Tuttavia, i dettagli della storia di Tedaldi con D, in particolare del giorno in cui lo ha consegnato alla sua nuova famiglia, di ciò che ha sofferto e di ciò che presumibilmente ha sofferto, sono così dolorosi che probabilmente singhiozzereste a leggerli. Nel suo spettacolo di oggi, Tedaldi sembra davvero infestato. Accenna di non essere in grado di legare con un bambino che sembrava troppo traumatizzato per farlo da solo, suggerendo il Disturbo dell'attaccamento reattivo, una condizione non del tutto rara tra i bambini che sono stati gravemente maltrattati o che non hanno mai avuto cure coerenti.

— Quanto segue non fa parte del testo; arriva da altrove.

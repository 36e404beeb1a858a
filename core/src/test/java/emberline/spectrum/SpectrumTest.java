package emberline.spectrum;

import static org.junit.jupiter.api.Assertions.assertEquals;
import static org.junit.jupiter.api.Assertions.assertFalse;
import static org.junit.jupiter.api.Assertions.assertThrows;
import static org.junit.jupiter.api.Assertions.assertTrue;

import java.util.Arrays;
import org.junit.jupiter.api.Test;

class SpectrumTest {

    private static Spectrum on(double... wavelengths) {
        double[] ones = new double[wavelengths.length];
        Arrays.fill(ones, 1);
        return Spectrum.of(wavelengths, ones, ones);
    }

    @Test
    void pixelsMeetAtTheMidpoints() {
        Spectrum spectrum = on(1.0, 1.1, 1.2, 1.3, 1.4, 1.5, 1.6);
        for (int i = 0; i < spectrum.size() - 1; i++) {
            assertEquals(spectrum.highEdgeMicron(i), spectrum.lowEdgeMicron(i + 1), 1e-12);
        }
        assertEquals(0.95, spectrum.lowEdgeMicron(0), 1e-12);
        assertEquals(1.65, spectrum.highEdgeMicron(6), 1e-12);
    }

    /** A pixel reaches 0.75 of the local spacing at most, so a gap of 0.7 stays one of 0.55. */
    @Test
    void aGapStaysAGap() {
        Spectrum spectrum = on(1.0, 1.1, 1.2, 1.3, 2.0, 2.1, 2.2, 2.3);
        assertEquals(1.375, spectrum.highEdgeMicron(3), 1e-12);
        assertEquals(1.925, spectrum.lowEdgeMicron(4), 1e-12);
    }

    @Test
    void alternatingSpacingHasNoHoles() {
        Spectrum spectrum = on(1.0, 1.02, 1.1, 1.12, 1.2, 1.22, 1.3, 1.32);
        for (int i = 0; i < spectrum.size() - 1; i++) {
            assertEquals(spectrum.highEdgeMicron(i), spectrum.lowEdgeMicron(i + 1), 1e-12);
        }
    }

    @Test
    void badPixelsAreKnown() {
        Spectrum spectrum =
                Spectrum.of(
                        new double[] {1, 2, 3, 4},
                        new double[] {1, Double.NaN, 1, 1},
                        new double[] {0.1, 0.1, Double.NaN, -1});
        assertTrue(spectrum.isGood(0));
        for (int pixel = 1; pixel < 4; pixel++) {
            assertFalse(spectrum.isGood(pixel), "pixel " + pixel);
        }
    }

    @Test
    void arraysAreCopiedInAndOut() {
        double[] wavelengths = {1, 2, 3};
        Spectrum spectrum = Spectrum.of(wavelengths, wavelengths, wavelengths);
        wavelengths[1] = 7;
        spectrum.fluxes()[0] = 9;
        assertEquals(2, spectrum.wavelengthMicron(1));
        assertEquals(1, spectrum.flux(0));
        assertEquals(on(1, 2, 3).wavelengthMicron(2), spectrum.wavelengthMicron(2));
    }

    @Test
    void badGridsAreRefused() {
        assertThrows(IllegalArgumentException.class, () -> on(1.0));
        assertThrows(IllegalArgumentException.class, () -> on(1.0, 1.0));
        assertThrows(IllegalArgumentException.class, () -> on(1.0, Double.NaN));
        assertThrows(IllegalArgumentException.class, () -> on(0, 1));
        assertThrows(IllegalArgumentException.class, () -> on(1, 2).withFluxScaledBy(Double.NaN));
    }
}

RAD è lo scenario peggiore in adozione, e molti bambini che ne soffrono non sono mai in grado di connettersi con i genitori adottivi più amorevoli e impegnati. Ma Tedaldi non dice mai chiaramente se questo è ciò contro cui si è scontrata. Parti della storia rimangono oscure e misteriose. Come una parabola della maternità, o una lezione di qualche tipo, la storia di Tedaldi non riesce a soddisfare o rassicurarci.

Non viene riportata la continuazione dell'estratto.